Legal request in the RL studyAlthough a bit simplistic, this is a convincing example in the old-fashioned spirit of the 1990s. A single scalar reward for getting to the desired city can be extended through the Markov chain to different levels of hierarchy.
The hierarchy promises great benefits, but we are still far from them. Most of the best systems consider hierarchies of only one level of depth, and transferring acquired knowledge to other tasks is difficult to achieve.
Conclusion
My conclusion is generally the same as that of Alex.
I am very pleased that in this area such activity, and we finally took up the problems that I always wanted to solve. Training with reinforcements has finally gone beyond the limits of a primitive simulator!
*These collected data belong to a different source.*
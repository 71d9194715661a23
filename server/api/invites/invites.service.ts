import { IsNull, type DataSource } from 'typeorm';
import type { InviteAcceptBody, InviteCreateBody } from '../../../shared/schemas/auth.js';
import { recordAudit } from '../../common/audit.js';
import { ConflictError, GoneError, HttpError, NotFoundError } from '../../common/errors.js';
import type { Mailer } from '../../common/mail.js';
import { hashPassword } from '../../common/passwords.js';
import { InviteToken } from '../../entities/InviteToken.js';
import { User } from '../../entities/User.js';
import { hashInviteToken, INVITE_LIFETIME_MS, newInviteToken } from './invite-token.js';
import { inviteMessage } from './invites.mail.js';
import { assertDisplayNameFree } from '../users/display-names.js';

/** Creates the invitation and mails its link; if the mail cannot be sent the invitation is withdrawn. */
export async function createInvite(
  dataSource: DataSource, mailer: Mailer, actor: User, body: InviteCreateBody, baseUrl: string,
): Promise<InviteToken> {
  if (await dataSource.getRepository(User).existsBy({ email: body.email })) {
    throw new ConflictError(`${body.email} already has an account`, { email: 'already has an account' });
  }
  const { token, tokenHash } = newInviteToken();
  const expiresAt = new Date(Date.now() + INVITE_LIFETIME_MS);
  const invite = await dataSource.transaction(async (manager) => {
    const repo = manager.getRepository(InviteToken);
    const saved = await repo.save(repo.create({ tokenHash, email: body.email, role: body.role, expiresAt, usedAt: null, invitedBy: actor }));
    await recordAudit(manager, actor.id, 'invite.create', `invite:${saved.id}`, { email: body.email, role: body.role });
    return saved;
  });
  try {
    await mailer.send(inviteMessage(body.email, body.role, `${baseUrl}/invite/${token}`, actor.displayName, expiresAt));
  } catch (err) {
    await dataSource.getRepository(InviteToken).delete({ id: invite.id });
    console.error('[mail] invitation not sent', err);
    throw new HttpError(503, 'the invitation e-mail could not be sent; nothing was saved, try again later');
  }
  return invite;
}

/** Finds a usable invitation by its token, or says plainly why it cannot be used. */
export async function findUsableInvite(dataSource: DataSource, token: string): Promise<InviteToken> {
  const invite = await dataSource.getRepository(InviteToken).findOneBy({ tokenHash: hashInviteToken(token) });
  if (!invite) throw new NotFoundError('this invitation link is not valid; check it was copied whole, or ask an admin for a new one');
  if (invite.usedAt) throw new GoneError('this invitation has already been used; sign in, or ask an admin for a new one');
  if (invite.expiresAt.getTime() <= Date.now()) {
    throw new GoneError(`this invitation expired on ${invite.expiresAt.toISOString().slice(0, 16).replace('T', ' ')} UTC; ask an admin for a new one`);
  }
  return invite;
}

/** Turns an invitation into an account; the token is spent in the same transaction that creates the user. */
export async function acceptInvite(dataSource: DataSource, body: InviteAcceptBody): Promise<User> {
  const invite = await findUsableInvite(dataSource, body.token);
  const passwordHash = await hashPassword(body.password);
  return dataSource.transaction(async (manager) => {
    const spent = await manager
      .createQueryBuilder()
      .update(InviteToken)
      .set({ usedAt: new Date() })
      .where({ id: invite.id, usedAt: IsNull() })
      .execute();
    if (!spent.affected) throw new GoneError('this invitation has already been used; sign in, or ask an admin for a new one');
    const users = manager.getRepository(User);
    if (await users.existsBy({ email: invite.email })) throw new ConflictError(`${invite.email} already has an account`);
    await assertDisplayNameFree(manager, body.displayName);
    const user = await users.save(users.create({ email: invite.email, displayName: body.displayName, role: invite.role, passwordHash, active: true }));
    await recordAudit(manager, user.id, 'invite.accept', `user:${user.id}`, { inviteId: invite.id });
    return user;
  });
}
Do not panic!I want to add only one thing: do not despair, if the standard methods of deep learning do not kill the monsters of training with reinforcements. Reinforcement learning has two fundamental difficulties that are missing in teacher-training - intelligence and long-term merit-taking. They have always been there, and solving them will require more than a really good function approximator. Much better ways of exploring, using samples from past explorations, transferring experience between tasks, learning from other agents (including people), acting at different time scales and solving difficult problems with scalar rewards should be found.
Despite the extremely difficult problems in RL, I still think that today it is the best framework for developing strong artificial intelligence. Otherwise I would not do this. When DQN played atari according to visual data, and AlphaGo defeated the world champion in go - at these moments we actually observed small steps on the way to a strong AI.
I admire the future of learning with reinforcement and artificial intelligence.